AYS News Digest 25/3/22: Poland activists detained for helping at Belarus border
El-Hiblu 3 publish their testimonies / Non-Ukrainian asylum seekers abandoned, evicted and detained everywhere / UK illegally seized refugees’ phones / Fact-checking the Greek government / More Frontex news / Our recommendations to read this week
At the Poland-Belarus border, helping is still a crime
Four activists from Grupa Granica were detained at the Poland-Belarus border on 23 March. They are accused of transporting in their cars a family with seven children who had been stuck in the forest for three months. Exactly what hundreds of people have been doing some 400 km to the south, at the border with Ukraine — where the activists were actually helping only a few days ago. But here, at the Belarus border, transporting refugees in dire need is illegal.
The prosecutor said that the activists had been arrested on suspicion of illegally smuggling people over the border — an accusation they deny, explaining they only supported them once on the Polish side. The prosecutor requested that the accused be detained in pre-trial detention for three months, but this petition was luckily rejected yesterday by the district court in Hajnówce. One of the activists, who does not hold Polish citizenship, is still held by the border guards and might still be sent back to her home country.
“We read this action as a form of repression against those who prove with their actions that human life has the highest value — regardless of which side of the border they seek refuge,” stated Grupa Granica.

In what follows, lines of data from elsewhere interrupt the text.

import { AppError } from "@/domain/errors";

/**
 * A setting that steps through the day: each block holds from its start until
 * the next block starts, the last one until midnight. Minutes after midnight,
 * first block at 0, ascending, so that every minute has exactly one value.
 */
export type Block = Readonly<{ startMinute: number }>;
export type Schedule<B extends Block> = ReadonlyArray<B>;

export const MINUTES_PER_DAY = 1440;

/** A block with both ends written out; `toMinute` is not part of it. */
export type Span<B extends Block> = Readonly<{ block: B; fromMinute: number; toMinute: number }>;

/**
 * What keeps a list of blocks from being a schedule.
 *
 * @returns the index of the first block at fault and why, or `null` when there is none
 */
export function scheduleFault(blocks: Schedule<Block>): { index: number; text: string } | null {
  if (blocks.length === 0) return { index: 0, text: "a schedule needs at least one block" };
  let previous = -1;
  for (const [index, { startMinute }] of blocks.entries()) {
    if (!Number.isInteger(startMinute) || startMinute < 0 || startMinute >= MINUTES_PER_DAY) {
      return { index, text: "a block starts at a whole minute from 0 to 1439" };
    }
    if (index === 0 && startMinute !== 0) return { index, text: "the first block starts at minute 0" };
    if (startMinute <= previous) return { index, text: "blocks start one after the other, none twice" };
    previous = startMinute;
  }
  return null;
}

/** @throws {AppError} INVALID_INPUT for a list of blocks that leaves a gap or overlaps */
export function assertSchedule(blocks: Schedule<Block>): void {
  const fault = scheduleFault(blocks);
  if (fault) throw new AppError("INVALID_INPUT", `block ${fault.index}: ${fault.text}`);
}

/** The blocks with their ends; together they cover 0 to 1440 without overlap. */
export function spansOf<B extends Block>(schedule: Schedule<B>): Span<B>[] {
  assertSchedule(schedule);
  return schedule.map((block, index) => ({
    block,
    fromMinute: block.startMinute,
    toMinute: schedule[index + 1]?.startMinute ?? MINUTES_PER_DAY,
  }));
}

/**
 * The block in force at a minute of the day.
 *
 * @throws {AppError} INVALID_RANGE for a minute outside 0 to 1439
 */
export function blockAt<B extends Block>(schedule: Schedule<B>, minute: number): B {
  const span = spansOf(schedule).find(({ fromMinute, toMinute }) => fromMinute <= minute && minute < toMinute);
  if (!span) throw new AppError("INVALID_RANGE", `minute ${minute} of the day`);
  return span.block;
}

function withoutStart({ startMinute: _start, ...value }: Block): Record<string, unknown> {
  return value;
}

/** Whether two blocks set the same value, wherever they start. */
export function isSameValue<B extends Block>(a: B, b: B): boolean {
  const [left, right] = [withoutStart(a), withoutStart(b)];
  const keys = new Set([...Object.keys(left), ...Object.keys(right)]);
  return [...keys].every((key) => left[key] === right[key]);
}

/** The same schedule with the fewest blocks: one that repeats the value before it goes. */
export function normaliseSchedule<B extends Block>(schedule: Schedule<B>): B[] {
  assertSchedule(schedule);
  return schedule.filter((block, index) => {
    const before = schedule[index - 1];
    return before === undefined || !isSameValue(before, block);
  });
}

/** Whether two schedules set the same value at every minute, however they are cut into blocks. */
export function isSameSchedule<B extends Block>(a: Schedule<B>, b: Schedule<B>): boolean {
  const [left, right] = [normaliseSchedule(a), normaliseSchedule(b)];
  if (left.length !== right.length) return false;
  return left.every((block, index) => {
    const other = right[index];
    return other !== undefined && block.startMinute === other.startMinute && isSameValue(block, other);
  });
}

The humanitarian crisis at the border with Belarus has intensified in recent weeks, and solidarity groups have received calls for help from 196 people, including 45 children, just between March 15 and 21. Belarusian forces have forcibly removed many people who were staying in a warehouse in Bruzgi. As a result, the most vulnerable refugees are now in the forest: mainly families with small children, sick and disabled people, and victims of torture.
Every day we receive dramatic calls for help. Among last interventions were an eight-year-old girl with congenital kidney disease and urinary tract infection, a ten-year-old with intellectual disability, in the forest there was also a boy with four-limbs failure after a fracture of the spine, as well as a feverish woman in third month of pregnancy with kidney inflammation. Everyone was dehydrated and, in the case of refusal to help, everyone would be threatened with death.”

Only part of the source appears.